Determine the number of lines below that contain the string "early", and state only that number.
━━ RECORDS SHOWN
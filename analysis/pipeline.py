"""From a log to its review, in the order the questions are asked."""

from __future__ import annotations

from collections.abc import Iterable, Sequence
from dataclasses import replace
from datetime import date
from itertools import pairwise

import numpy as np

from analysis.answer import (
    Answer,
    Carried,
    Comparison,
    Goal,
    HowMuch,
    HowOften,
    Luck,
    Review,
    Season,
    Shift,
    Since,
    Slope,
    SpreadChange,
    Still,
    StillNeeded,
    Stretch,
    Switches,
    WeekdayRhythm,
)
from analysis.batch.fences import Fences
from analysis.batch.fourths import fourths
from analysis.batch.luck import new_day_rate
from analysis.doubts.catalogue import doubts_of
from analysis.doubts.seen import Seen
from analysis.log import Change, Log, Measure, Values
from analysis.points import Points, first_logged_day, points_of
from analysis.questions.by_how_much import difference_of_shares, share_range, shift
from analysis.questions.control_median import control_median
from analysis.questions.days_at_level import days_at_level
from analysis.questions.days_still_needed import forecast
from analysis.questions.did_it_move import at_most
from analysis.questions.is_it_so_still import LATELY, still_state
from analysis.questions.since_when import plausible_splits
from analysis.questions.steadier import spread_change
from analysis.questions.week_totals import week_totals
from analysis.series.carry_over import carry_over, widening
from analysis.series.season import without_season
from analysis.series.slope import common_slope
from analysis.sides import Level, Sides, chance_of_shares, compare
from analysis.slots import like_slots
from analysis.stretches import Edge, check_baseline, edges_of, merged, outside, stretch_of

FEWEST_FOR_HOW_MUCH = 3


def review(
    log: Log,
    changes: Sequence[Change] = (),
    baseline: tuple[date, date] | None = None,
    today: date | None = None,
    worth: float | None = None,
    look_day: date | None = None,
    others: Sequence[float] = (),
) -> Review:
    """Answer whether a log moved, by how much and since when.

    Args:
        log: what was written down; any log is answered, an empty one too.
        changes: in any order; those of one day are one change.
        baseline: first and last day to judge against; the days up to the first change when left out.
        today: the day after which nothing is used; the last day of the log when left out.
        worth: the smallest move that would be worth it, in the measure's unit.
        look_day: the day agreed on to judge; before it the answer is an early look.
        others: the chance by luck (see ``chance_of``) of every other measure looked at for the same change.

    Raises:
        AnalysisError: the baseline ends before it begins, or reaches into a change.
    """
    end = today.toordinal() if today is not None else (int(log.days[-1]) if len(log) else None)
    points = points_of(log, end)
    begin = first_logged_day(log, end)
    in_force = [one for one in changes if end is None or one.day.toordinal() <= end]
    marked = merged(in_force)
    check_baseline(baseline, marked)
    if begin is None or end is None or not points.known.any():
        return Review(log.measure, (), Answer(), points)
    edges = edges_of(marked, baseline, begin, end)
    log, other_slots = like_slots(log, edges[0], edges[-1])
    if other_slots is not None:
        points = points_of(log, end)
    season = without_season(points, edges[0][1], edges[0][2])
    if season is not None:
        points = season[0]
    stretches = tuple(stretch_of(points, edge, is_after=place > 0) for place, edge in enumerate(edges))
    asked = _Asked(log.measure, points, stretches, edges, worth)
    comparisons = [asked.compared(place, 0) for place in range(1, len(stretches))]
    befores = [asked.compared(place, place - 1) for place in range(2, len(stretches))]
    last = comparisons[-1] if comparisons else None
    seen = Seen(
        log,
        in_force,
        stretches,
        last.sides if last else None,
        last.level if last else None,
        end,
        look_day.toordinal() if look_day is not None else None,
        tuple(others),
        other_slots,
    )
    doubts = doubts_of(seen)
    answer = last.answer if last else Answer(slope=_slope_of_one(points, edges[0]))
    if any(doubt.alters for doubt in doubts):
        answer = _capped(answer)
    if season is not None:
        answer = replace(answer, season=Season(season[1]))
    several = len(stretches) > 2
    return Review(
        log.measure,
        stretches,
        answer,
        points,
        doubts,
        today=end,
        to_come=tuple(sorted(one.day.toordinal() for one in changes if one.day.toordinal() > end)),
        switches=_switches([comparisons[0], *befores]) if several else None,
        comparisons=tuple(_listed(comparisons, befores)) if several else (),
    )


def chance_of(
    log: Log,
    changes: Sequence[Change] = (),
    baseline: tuple[date, date] | None = None,
    today: date | None = None,
) -> float | None:
    """How often luck alone parts the last stretch from the baseline so far; arguments as for ``review``.

    Returns:
        None where there is nothing to compare, or too little for an answer.

    Raises:
        AnalysisError: as ``review``.
    """
    answer = review(log, changes, baseline, today).answer
    return None if answer.luck is None or answer.sureness == "too early" else answer.luck.p


class _Asked:
    """Everything one comparison needs of a log, and the answer to it."""

    def __init__(
        self,
        measure: Measure,
        points: Points,
        stretches: Sequence[Stretch],
        edges: Sequence[Edge],
        worth: float | None,
    ) -> None:
        self.measure, self.points, self.stretches, self.edges, self.worth = (
            measure,
            points,
            stretches,
            edges,
            worth,
        )

    def compared(self, place: int, against: int) -> _Compared:
        """One stretch against an earlier one."""
        sides = self._sides(against, place)
        carried = None
        if not len(sides.known_before) or not len(sides.known_after):
            return _Compared(
                None, None, Answer(self._carried(against, place, None), sureness="too early", direction="none")
            )
        level = compare(sides)
        carried = self._carried(against, place, level)
        since = self._since(sides, level, place) if place == against + 1 else None
        return _Compared(sides, level, _answer(sides, level, carried, since, self.worth))

    def _sides(self, against: int, place: int) -> Sides:
        at = np.arange(len(self.points), dtype=np.int64)
        rows = []
        for one in (against, place):
            _, first, last = self.edges[one]
            inside = self.points.within(first, last)
            rows.append((self.points.first[inside], at[inside], self.points.values[inside]))
        (before_days, before_at, before), (after_days, after_at, after) = rows
        return Sides(self.measure, before_days, before_at, before, after_days, after_at, after)

    def _carried(self, against: int, place: int, level: Level | None) -> Carried | None:
        baseline = self.stretches[against]
        if baseline.lower_fence is None or baseline.upper_fence is None:
            return None
        _, first, last = self.edges[place]
        inside = self.points.within(first, last) & self.points.known
        own = Fences(baseline.lower_fence, baseline.upper_fence, baseline.lower_fence, baseline.upper_fence)
        values = self.points.values[inside]
        below, above = outside(self.points.first[inside], values, own)
        rate = new_day_rate(baseline.observations, level.carry_over if level else None)
        return Carried(below, above, rate * len(values), 100 * rate)

    def _since(self, sides: Sides, level: Level, place: int) -> Since | None:
        """Where the row of both stretches splits into two levels best."""
        row = np.concatenate([level.sides.before, level.sides.after])
        days = np.concatenate([sides.before_days, sides.after_days])
        known = ~np.isnan(row)
        splits = plausible_splits(row[known])
        if splits is None:
            return None
        likely, earliest, latest = (int(days[known][split]) for split in splits)
        change = self.edges[place][0]
        marked = change.day.toordinal() if change else self.edges[place][1]
        return Since(likely, earliest, latest, latest < marked)


class _Compared:
    """The sides and levels of one comparison beside its answer; None where a side is empty."""

    def __init__(self, sides: Sides | None, level: Level | None, answer: Answer) -> None:
        self.sides, self.level, self.answer = sides, level, answer


def _listed(comparisons: Sequence[_Compared], befores: Sequence[_Compared]) -> Iterable[Comparison]:
    for place, one in enumerate(comparisons, start=1):
        yield Comparison(place, "baseline", one.answer)
        if place > 1:
            yield Comparison(place, "before", befores[place - 2].answer)


def _switches(compared: Sequence[_Compared]) -> Switches:
    """How many of the changes the level moved with, of those with enough days on both sides."""
    enough = [one for one in compared if one.level is not None and one.answer.sureness != "too early"]
    ways = [one.answer.direction for one in enough if one.level is not None and one.level.is_claim]
    to_and_fro = len(ways) > 1 and all(one != other for one, other in pairwise(ways))
    return Switches(len(ways), len(enough), to_and_fro)


def _capped(answer: Answer) -> Answer:
    """A doubt that alters leaves at most "leaning"."""
    if answer.sureness is None:
        return answer
    return replace(answer, sureness=at_most(answer.sureness, "leaning"))


def _answer(
    sides: Sides, level: Level, carried: Carried | None, since: Since | None, worth: float | None
) -> Answer:
    before, after = sides.known_before, sides.known_after
    share_low, share_high = share_range(level.share, len(before), len(after), level.widened)
    old_median = fourths(before).median
    better = _better_days(sides.measure, after, old_median, level.estimate)
    spread = spread_change(level.sides.known_before, level.sides.known_after, level.widened)
    rhythm = level.rhythm
    return Answer(
        carried=carried,
        shift=Shift(
            level.estimate,
            level.low,
            level.high,
            level.share,
            share_low,
            share_high,
            better,
            len(after),
            control_median(level.sides.known_before, level.sides.known_after),
        ),
        luck=Luck(level.p, in_100(level.p)),
        sureness=level.sureness,
        direction=level.direction,
        since=since,
        still=_still(sides, level),
        spread_change=SpreadChange(spread.word, spread.p) if spread else None,
        slope=_slope(level.sides),
        how_often=_how_often(sides, level.widened),
        how_much=_how_much(sides, level.widened),
        week_total=week_totals(sides),
        goal=_goal(sides, level.widened),
        at_level=days_at_level(sides, level.estimate or level.share - 0.5, level.widened),
        carry_over=level.carry_over,
        weekday_rhythm=WeekdayRhythm(rhythm.p, rhythm.used) if rhythm else None,
        bound=max(abs(level.low), abs(level.high)) if level.sureness == "cannot tell" else None,
        still_needed=_still_needed(sides, level, worth),
    )


def in_100(p: float) -> int:
    """A chance as a whole number of logs in 100."""
    return int(np.floor(100 * p + 0.5))


def _better_days(measure: Measure, after: Values, old_median: float, estimate: float) -> int:
    if isinstance(measure.aim, tuple):
        return _days_in_range(after, measure.aim)
    wants_less = measure.aim == "less" or (measure.aim == "none" and estimate < 0)
    return int(np.sum(after < old_median) if wants_less else np.sum(after > old_median))


def _days_in_range(values: Values, aim: tuple[float, float]) -> int:
    return int(np.sum((values >= aim[0]) & (values <= aim[1])))


def _still(sides: Sides, level: Level) -> Still | None:
    after = level.sides.known_after
    state = still_state(level.sides.known_before, after)
    if state is None:
        return None
    # The last days as they were written down, whatever was taken off to compare them.
    lately = sides.after[-LATELY:]
    lately = lately[~np.isnan(lately)]
    return Still(state, fourths(lately).median if len(lately) else None)


def _slope_of_one(points: Points, edge: Edge) -> Slope | None:
    """The slope of a log without a change."""
    _, first, last = edge
    values = points.values[points.within(first, last)]
    at = np.arange(len(values), dtype=np.int64)
    rough = common_slope([at], [values])
    if rough is None:
        return None
    # Carry-over is that of the days around the slope, which by itself would look like nothing else.
    row = common_slope([at], [values], widening(carry_over([values - rough.a_period * at])))
    return Slope(row.a_period, None, row.p) if row else None


def _slope(sides: Sides) -> Slope | None:
    before = common_slope([sides.before_at], [sides.before])
    after = common_slope([sides.after_at], [sides.after])
    if before is None and after is None:
        return None
    return Slope(
        before.a_period if before else None, after.a_period if after else None, before.p if before else None
    )


def _days_with_some(values: Values) -> tuple[int, int]:
    return int(np.sum(values > 0)), len(values)


def _how_often(sides: Sides, widened: float) -> HowOften | None:
    if not sides.told_by_share:
        return None
    before, after = _days_with_some(sides.known_before), _days_with_some(sides.known_after)
    low, high = difference_of_shares(before, after, widened)
    return HowOften(before, after, low, high, chance_of_shares(before, after, widened))


def _how_much(sides: Sides, widened: float) -> HowMuch | None:
    before, after = sides.known_before, sides.known_after
    before, after = before[before > 0], after[after > 0]
    if not sides.is_zero_heavy or min(len(before), len(after)) < FEWEST_FOR_HOW_MUCH:
        return None
    _, low, high = shift(before, after, widened)
    return HowMuch(fourths(before).median, fourths(after).median, low, high)


def _goal(sides: Sides, widened: float) -> Goal | None:
    aim = sides.measure.aim
    if not isinstance(aim, tuple):
        return None
    before, after = sides.known_before, sides.known_after
    met_before = (_days_in_range(before, aim), len(before))
    met_after = (_days_in_range(after, aim), len(after))
    low, high = difference_of_shares(met_before, met_after, widened)
    return Goal(met_before, met_after, low, high)


def _still_needed(sides: Sides, level: Level, worth: float | None) -> StillNeeded | None:
    if not worth:
        return None
    if level.is_claim:
        return StillNeeded(0, 0, 0, abs(worth))
    # A weekly rhythm in use is taken off, as it will be when the move is looked for.
    before, so_far = level.sides.known_before, len(sides.known_after)
    logged = len(before) + so_far
    needed = forecast(before, worth, level.carry_over, logged, by_share=sides.told_by_share)
    days, low, high = (
        None if one is None else max(0, one - so_far) for one in (needed.days, needed.low, needed.high)
    )
    return StillNeeded(days, low, high, abs(worth))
━━━━
- SOLUTION FOR THIS EXERCISE
4